### TASK GOAL
Among the lines below, count those containing the word "materials". Give the number only.

### EXERCISE MATERIAL
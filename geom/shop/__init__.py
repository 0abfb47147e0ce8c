"""Shop arithmetic: cutting, rounding, tolerance."""
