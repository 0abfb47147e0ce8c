"""Registration of outputs: each file in `export/files` ends with `OUTPUT = Output(...)`; nothing else lists them."""

from __future__ import annotations

import importlib
from collections.abc import Callable, Iterable, Mapping
from dataclasses import dataclass, field, replace
from pathlib import Path

from geom.registry import modules
from geom.result import Caution, Result

Checked = Mapping[str, object]


class CheckFailed(Exception):
    """A file that was written is not what it should be: which, what was expected, what was found."""


@dataclass(frozen=True)
class Choices:
    """What the command line adds to the design: the greatest distance of drawn curves (m), links always real."""

    within: float | None = None
    real_links: bool = False
    progress: Callable[[str, int, int], None] = lambda _what, _done, _total: None


@dataclass(frozen=True)
class File:
    """One file to write: its name after `<stem>-`, its bytes in chunks, and what was checked while they were made.

    `checked` is called when the last chunk has been taken; it raises CheckFailed when a check fails. `figures` are
    added to the file's entry in the figures (a solid's `origin_m`).
    """

    name: str
    chunks: Iterable[bytes]
    checked: Callable[[], Checked]
    figures: Mapping[str, object] = field(default_factory=dict)


@dataclass(frozen=True)
class Output:
    """An output: the word `--only` knows it by, its writer, and its check of a written file read back in full.

    `write(result, choices)` yields the files. `verify(path, result, choices)` reads one of them back, returns what was
    checked and raises CheckFailed on the first thing that is wrong. `cautions(result, choices)` says what a user must
    know of the way this output shows the result (links drawn as tubes, walls thickened for a print).
    """

    name: str
    write: Callable[[Result, Choices], Iterable[File]]
    verify: Callable[[Path, Result, Choices], Checked]
    cautions: Callable[[Result, Choices], Iterable[Caution]] = lambda _result, _choices: ()


def with_cautions(result: Result, made: Iterable[Output], choices: Choices) -> Result:
    """Return the result with the cautions of the outputs that are to be made of it, for every output to show."""
    added = (caution for output in made for caution in output.cautions(result, choices))
    return replace(result, cautions=tuple(dict.fromkeys((*result.cautions, *added))))


def outputs() -> dict[str, Output]:
    """Return every output by its name.

    Raises
    ------
    RuntimeError
        If two files claim one name.
    """
    package = importlib.import_module("export.files")
    found: dict[str, Output] = {}
    for module in modules(package):
        entry = getattr(module, "OUTPUT", None)
        if entry is None:
            continue
        if entry.name in found:
            raise RuntimeError(f"two files in export/files add {entry.name!r}")
        found[entry.name] = entry
    return found
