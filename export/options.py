"""Arguments and options that several commands share, and the round over the designs they are about."""

from __future__ import annotations

from collections.abc import Callable, Sequence
from pathlib import Path
from typing import TYPE_CHECKING, Any, TypeVar

import click

from export.cli import FAILED, WRONG, complain, failure, worst
from export.progress import Report, progress

if TYPE_CHECKING:
    from export.work import Worked

F = TypeVar("F", bound=Callable[..., Any])

_SHARED = (
    click.argument("designs", nargs=-1, required=True, type=click.Path(path_type=Path), metavar="DESIGN..."),
    click.option(
        "--within", metavar="LENGTH", help="Greatest distance of a drawn curve from the true one, like '0.2 mm'."
    ),
    click.option("--quiet", is_flag=True, help="Say nothing but what is wrong."),
    click.option("--debug", is_flag=True, help="Show where in the program a failure came from."),
)


def shared(command: F) -> F:
    """Give a command the arguments and options of all commands on designs."""
    for decorate in reversed(_SHARED):
        command = decorate(command)
    return command


def round_of(
    designs: Sequence[Path],
    act: Callable[[Worked, Report], None],
    *,
    within: str | None,
    quiet: bool,
    unique: bool = False,
) -> int:
    """Read and solve each design and act on those that are right; say what is wrong with the others.

    Parameters
    ----------
    designs : sequence of Path
        Files, and folders of files, as given.
    act : callable
        Called with what came of a design, and with a report of progress.
    within : str or None
        The greatest distance of a drawn curve from the true one, as given.
    quiet : bool
        Show no progress.
    unique : bool
        Whether two designs of one name are refused before anything is done.

    Returns
    -------
    int
        The exit code.
    """
    from export.read.designs import find, same_names

    _check_distance(within)
    found = find(designs)
    clashes = same_names(found.paths) if unique else []
    for line in (*found.problems, *clashes):
        complain(line)
    if clashes:
        return WRONG
    codes = [WRONG] if found.problems else []
    with progress(len(found.paths), quiet=quiet) as (of_designs, of_one):
        for number, path in enumerate(found.paths):
            of_designs(path.stem, number, len(found.paths))
            codes.append(_one(path, within, lambda worked: act(worked, of_one)))
    return worst(codes)


def _one(path: Path, within: str | None, act: Callable[[Worked], None]) -> int:
    """Take one design through; whatever stops it, the others go on."""
    from export.outputs import CheckFailed
    from export.save import NamesClash
    from export.staging import CannotSave
    from export.work import work

    try:
        worked = work(path, within)
        if worked.result is not None:
            act(worked)
    except NamesClash as error:
        complain(f"{path.name}:1: {error}")
        return WRONG
    except (CannotSave, CheckFailed) as error:
        complain(f"{path.name}: {error}")
        return FAILED
    except BrokenPipeError:  # not this design's: nobody reads on
        raise
    except Exception as error:  # noqa: BLE001 - each design stands alone
        complain(f"{path.name}: {failure(error)}")
        return FAILED
    for line in worked.problems:
        complain(line)
    return WRONG if worked.problems else 0


def _check_distance(text: str | None) -> None:
    """Make sure that `--within` is a length that curves can be drawn within (a bare one in metres, the largest unit).

    Raises
    ------
    click.BadParameter
        If it is not.
    """
    from geom.fields import FINEST
    from geom.units import length

    try:
        if text is not None:
            FINEST.check(length(text, "m"), text)
    except ValueError as error:
        raise click.BadParameter(str(error), param_hint="--within") from error
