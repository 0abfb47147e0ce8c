"""One design file taken through reading and solving, every problem of it said in one line each."""

from __future__ import annotations

import dataclasses
import hashlib
from dataclasses import dataclass
from pathlib import Path

from export.read.designs import NotText, text_of
from geom import units
from geom.design.reader import Design, read
from geom.errors import Problem
from geom.fields import FINEST
from geom.result import Result
from geom.solve import solve


@dataclass(frozen=True)
class Worked:
    """What came of a design file.

    Attributes
    ----------
    path : Path
        The file.
    result : Result or None
        The solved design; None if anything in it is wrong.
    made_from : str
        Hash of the file's bytes.
    within : float or None
        Greatest distance of a drawn curve from the true one, m, where the command line gave one.
    problems : tuple of str
        One line for each thing wrong, in order of line.
    """

    path: Path
    result: Result | None
    made_from: str
    within: float | None
    problems: tuple[str, ...]


def work(path: Path, within: str | None = None) -> Worked:
    """Read and solve a design file.

    What could be read is solved even where something else could not, so that the problems of both kinds show at once.

    Parameters
    ----------
    path : Path
        The file.
    within : str, optional
        A length to take in place of the design's `drawing.within`; a bare number is in the design's unit.

    Raises
    ------
    OSError
        If the file cannot be read.
    """
    content = path.read_bytes()
    digest = hashlib.sha256(content).hexdigest()
    try:
        reading = read(text_of(content), path.stem)
    except NotText as error:
        return Worked(path, None, digest, None, _lines(path, [Problem(error.line, "", "", str(error))]))
    problems = list(reading.problems)
    result, distance = None, None
    if reading.design is not None:
        try:
            distance = FINEST.check(units.length(within, reading.design.setting.unit), within) if within else None
        except ValueError as error:  # a bare length in the design's own unit
            problems.append(Problem(1, "", "--within", str(error)))
        solved = solve(_within(reading.design, distance))
        problems += solved.problems
        result = None if problems else solved.result
    return Worked(path, result, digest, distance, _lines(path, problems))


def _within(design: Design, distance: float | None) -> Design:
    """Return the design with another `drawing.within`, so that its figures' polylines keep to it too."""
    if distance is None:
        return design
    drawing = design.setting.drawing.model_copy(update={"within": distance})
    return dataclasses.replace(design, setting=dataclasses.replace(design.setting, drawing=drawing))


def _lines(path: Path, problems: list[Problem]) -> tuple[str, ...]:
    """Problems in order of line, one that both reader and solver met said once."""
    ordered = sorted(problems, key=lambda problem: problem.line)
    return tuple(dict.fromkeys(problem.render(path.name) for problem in ordered))
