"""Progress on stderr: a bar for the designs and one for what is being made, where stderr is a terminal."""

from __future__ import annotations

import sys
from collections.abc import Callable, Iterator
from contextlib import contextmanager

Report = Callable[[str, int, int], None]


def _silent(_what: str, _done: int, _total: int) -> None:
    """Show nothing."""


@contextmanager
def progress(designs: int, *, quiet: bool) -> Iterator[tuple[Report, Report]]:
    """Yield two reports, of designs and of what is made of one, each called with a name, how many are done, of all.

    Parameters
    ----------
    designs : int
        How many designs there are.
    quiet : bool
        Show nothing. Nothing is shown either where stderr is no terminal.
    """
    if quiet or not sys.stderr.isatty():
        yield _silent, _silent
        return
    from rich.console import Console
    from rich.progress import BarColumn, MofNCompleteColumn, Progress, TaskID, TextColumn

    columns = (TextColumn("{task.description}", markup=False), BarColumn(), MofNCompleteColumn())
    # Results go to stdout even while bars are shown: through the bars only where both are the same screen.
    both = sys.stdout.isatty()
    with Progress(*columns, console=Console(stderr=True), transient=True, redirect_stdout=both) as bars:

        def reporter(task: TaskID) -> Report:
            def report(what: str, done: int, total: int) -> None:
                bars.update(task, description=f"{what[:30]:30}", completed=done, total=total)

            return report

        yield reporter(bars.add_task("", total=designs)), reporter(bars.add_task("", total=None))
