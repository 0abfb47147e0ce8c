"""A table as a CSV file (RFC 4180, UTF-8): written in chunks, and read back in full."""

from __future__ import annotations

import csv
import io
import math
from collections.abc import Iterator, Sequence
from pathlib import Path

from export.grid import Field, fields, total, written
from export.outputs import Checked, CheckFailed, File
from geom import units
from geom.result import Result, Table

_ROWS_A_CHUNK = 5000
_HALF_SIXTEENTH = 0.0254 / 32 * (1 + 1e-9)  # m: feet and inches are rounded to a sixteenth of an inch


def csv_file(name: str, table: Table, result: Result) -> File:
    """Return a table as a file to be written."""
    columns = fields(table, result.setting.drawing_unit)
    counted: dict[str, object] = {}
    return File(name, _chunks(columns, counted), lambda: counted)


def _chunks(columns: Sequence[Field], counted: dict[str, object]) -> Iterator[bytes]:
    """Yield the file, and note how many rows went out and what each column of numbers adds up to."""
    yield _lines([[column.head for column in columns]])
    rows = list(zip(*(written(column) for column in columns), strict=True))
    for start in range(0, len(rows), _ROWS_A_CHUNK):
        yield _lines(rows[start : start + _ROWS_A_CHUNK])
    counted["rows"] = len(rows)
    counted["sums"] = {column.head: total(column.values) for column in columns if column.decimals is not None}


def _lines(rows: Sequence[Sequence[str]]) -> bytes:
    text = io.StringIO()
    csv.writer(text, lineterminator="\r\n").writerows(rows)
    return text.getvalue().encode()


def verify_csv(path: Path, table: Table, result: Result) -> Checked:
    """Read a CSV file back and compare every cell with the table.

    Raises
    ------
    CheckFailed
        At the first head, row count, text or number that is not the table's.
    """
    columns = fields(table, result.setting.drawing_unit)
    with path.open(encoding="utf-8", newline="") as file:
        heads, *rows = csv.reader(file)
    if heads != [column.head for column in columns]:
        raise CheckFailed(f"{path.name}: the heads are {heads}")
    expected = len(columns[0].values) if columns else 0
    if len(rows) != expected or any(len(row) != len(columns) for row in rows):
        raise CheckFailed(f"{path.name}: {len(rows)} rows were read back, not {expected} of {len(columns)} cells")
    for number, column in enumerate(columns):
        _verify_column(path.name, column, [row[number] for row in rows])
    return {"rows_read_back": len(rows), "cells_compared": len(rows) * len(columns)}


def _verify_column(name: str, column: Field, cells: Sequence[str]) -> None:
    for row, (cell, wanted) in enumerate(zip(cells, _wanted(column), strict=True), start=2):
        if not _same(cell, wanted, column):
            raise CheckFailed(f"{name}, row {row}: {column.head} was read back as {cell!r}, not {wanted!r}")


def _wanted(column: Field) -> Sequence[object]:
    return column.values if column.metres is None else column.metres


def _same(cell: str, wanted: object, column: Field) -> bool:
    if wanted is None or cell == "":
        return cell == "" and (wanted in (None, "") or (isinstance(wanted, float) and math.isnan(wanted)))
    if isinstance(wanted, str):
        return cell.removeprefix("'") == wanted.removeprefix("'")
    if column.metres is not None:
        return abs(units.length(cell) - float(wanted)) <= _HALF_SIXTEENTH  # type: ignore[arg-type]
    return math.isclose(float(cell), float(wanted), rel_tol=0.0, abs_tol=0.5 * 10.0 ** -(column.decimals or 0))  # type: ignore[arg-type]
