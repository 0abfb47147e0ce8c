"""The command `sagwright`: commands found by file, loaded when called, and every failure said in one line.

Exit code: 0 done; 2 a design or the arguments are wrong; 1 anything else.
"""

from __future__ import annotations

import ast
import io
import os
import pkgutil
import sys
import traceback
from collections.abc import Callable, Sequence
from contextlib import suppress
from importlib import import_module
from typing import Any, NoReturn

import click

from export import __version__, commands
from geom.errors import near

WRONG = 2  # a design or the arguments
FAILED = 1  # anything else


class Commands(click.Group):
    """A group whose commands are the files in `export/commands`, each with a `COMMAND`.

    The overview is read from the first lines of those files without running them.
    """

    def list_commands(self, ctx: click.Context) -> list[str]:
        """Return the names of all commands."""
        return sorted(info.name for info in pkgutil.iter_modules(commands.__path__))

    def get_command(self, ctx: click.Context, cmd_name: str) -> click.Command | None:
        """Load one command."""
        if cmd_name not in self.list_commands(ctx):
            return None
        command = import_module(f"{commands.__name__}.{cmd_name}").COMMAND
        return command if isinstance(command, click.Command) else None

    def resolve_command(
        self, ctx: click.Context, args: list[str]
    ) -> tuple[str | None, click.Command | None, list[str]]:
        """Return the command that is called.

        Raises
        ------
        click.UsageError
            If there is none of this name; the nearest is named.
        """
        name, names = args[0], self.list_commands(ctx)
        if name not in names and not name.startswith("-"):
            hint = near(name, names) or f"; there are {', '.join(names)}"
            raise click.UsageError(f"there is no command {name!r}{hint}", ctx)
        return super().resolve_command(ctx, args)

    def format_commands(self, ctx: click.Context, formatter: click.HelpFormatter) -> None:
        """Write the overview of commands."""
        with formatter.section("Commands"):
            formatter.write_dl([(name, _summary(name)) for name in self.list_commands(ctx)])

    def main(self, *args: Any, **kwargs: Any) -> NoReturn:  # noqa: ANN401 - click's own signature
        """Run a command, and leave with its exit code."""
        for name in ("stdout", "stderr"):
            if getattr(sys, name) is None:  # closed by who called us: what would be said is said to nobody
                setattr(sys, name, io.StringIO())
        kwargs["standalone_mode"] = False
        sys.exit(_guarded(lambda: super(Commands, self).main(*args, **kwargs)))


def _summary(name: str) -> str:
    source = pkgutil.get_data(commands.__name__, f"{name}.py") or b""
    return (ast.get_docstring(ast.parse(source)) or "").partition("\n")[0]


def _guarded(run: Callable[[], object]) -> int:
    """Run a command and turn whatever stops it into one line and an exit code."""
    try:
        code = run()
        sys.stdout.flush()
    except click.exceptions.NoArgsIsHelpError as error:
        error.show()
        return WRONG
    except click.UsageError as error:
        command = error.ctx.command_path if error.ctx else "sagwright"
        complain(f"{command}: {' '.join(error.format_message().split())} (see {command} --help)")
        return WRONG
    except click.ClickException as error:
        complain(f"sagwright: {error.format_message()}")
        return error.exit_code
    except click.Abort:
        complain("sagwright: stopped; nothing half-written was left under its own name")
        return FAILED
    except BrokenPipeError:  # the reader of our output has enough
        with suppress(OSError):
            os.dup2(os.open(os.devnull, os.O_WRONLY), sys.stdout.fileno())
        return FAILED
    except Exception as error:  # noqa: BLE001 - the one place where every failure becomes a line
        complain(f"sagwright: {failure(error)}")
        return FAILED
    return code if isinstance(code, int) else 0


def failure(error: Exception) -> str:
    """Return what went wrong in one line; the traceback too where `--debug` was given."""
    if "--debug" in sys.argv:
        traceback.print_exception(error)
    if isinstance(error, OSError) and error.strerror:
        place = f"{error.filename}: " if error.filename else ""
        return f"{place}{error.strerror}"
    text = " ".join(str(error).split())
    return f"a fault in the program ({type(error).__name__}: {text}); run it with --debug for where it is"


def printable(text: str) -> str:
    """Return text for a terminal: what a design file holds must not move the cursor or ring the bell."""
    return "".join(c if c.isprintable() or c == "\n" else "?" for c in text)


def tell(text: str) -> None:
    """Write a line of results to stdout."""
    sys.stdout.write(f"{printable(text)}\n")


def complain(text: str) -> None:
    """Write one line of what is wrong to stderr."""
    sys.stderr.write(f"{printable(text)}\n")


def worst(codes: Sequence[int]) -> int:
    """Return the exit code of several designs: a failure of the machine weighs more than a wrong design."""
    return next((code for code in (FAILED, WRONG) if code in codes), 0)


@click.command(cls=Commands, context_settings={"help_option_names": ["-h", "--help"], "max_content_width": 100})
@click.version_option(__version__, prog_name="sagwright")
def cli() -> None:
    """Hanging chain, cable and inverted-catenary arches: from a design file to cut lists, drawings and solids."""
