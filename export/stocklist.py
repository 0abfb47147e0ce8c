"""What `stock` prints: the standards' chains and ropes and the materials, with what their figures rest on."""

from __future__ import annotations

from collections.abc import Callable, Iterator, Sequence

from export.plaintext import aligned, indented, rounded
from geom.setting.materials import Material
from geom.setting.stock import Stock

# Heading, decimals, and the figure in the unit of the trade's own tables.
_SIZES: tuple[tuple[str, int, Callable[[Stock], float | None]], ...] = (
    ("wire, mm", 2, lambda s: _times(s.wire, 1e3)),
    ("pitch, mm", 2, lambda s: _times(s.pitch, 1e3)),
    ("width, mm", 2, lambda s: _times(s.width, 1e3)),
    ("diameter, mm", 2, lambda s: _times(s.diameter, 1e3)),
    ("mass, kg/m", 4, lambda s: s.mass_per_metre),
    ("area, mm2", 3, lambda s: _times(s.area, 1e6)),
    ("modulus, GPa", 1, lambda s: _times(s.modulus, 1e-9)),
    ("breaking load, kN", 2, lambda s: _times(s.breaking_load, 1e-3)),
)


def stocks(found: Sequence[Stock]) -> Iterator[str]:
    """Yield the lines of a list of stock: sizes that rest on the same under one heading."""
    groups: dict[tuple[str, ...], list[Stock]] = {}
    for stock in found:
        groups.setdefault(_grounds(stock), []).append(stock)
    for (title, *grounds), sizes in groups.items():
        yield f"{sizes[0].kind}: {title}"
        yield from indented(line for line in grounds if line)
        yield from indented(_table(sizes))
        yield ""


def _grounds(stock: Stock) -> tuple[str, ...]:
    """Return what sizes of one heading share: title, source, notes, what to confirm, what it is not for."""
    return (
        stock.title,
        f"source: {stock.source}{f' ({stock.standing})' if stock.standing else ''}",
        f"worked out: {'; '.join(stock.notes)}" if stock.notes else "",
        f"confirm: {stock.confirm}" if stock.confirm else "",
        stock.scope,
    )


def _table(sizes: Sequence[Stock]) -> list[str]:
    columns = [(head, [_text(of(stock), decimals) for stock in sizes]) for head, decimals, of in _SIZES]
    columns = [(head, cells) for head, cells in columns if any(cell != "-" for cell in cells)]
    lacking = [stock.lacking and f"not as it stands: {stock.lacking}" for stock in sizes]
    names = ("name", [stock.name for stock in sizes])
    heads, cells = zip(names, *columns, ("", lacking), strict=True)
    return aligned(heads, list(zip(*cells, strict=True)))


def _times(value: float | None, factor: float) -> float | None:
    return None if value is None else value * factor


def _text(value: float | None, decimals: int) -> str:
    return "-" if value is None else rounded(value, decimals)


def materials(found: Sequence[Material]) -> Iterator[str]:
    """Yield the lines of a list of materials."""
    if not found:
        return
    heads = ("name", "density, kg/m3", "expansion, 1e-6/K", "what it is", "standing", "confirm")
    rows = [
        (m.name, rounded(m.density, 1), _text(_times(m.expansion, 1e6), 2), m.source, m.standing, m.confirm)
        for m in found
    ]
    yield "materials (no strength is listed: it belongs to the lot in hand and to the code in force)"
    yield from indented(aligned(heads, rows))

### REPLY
5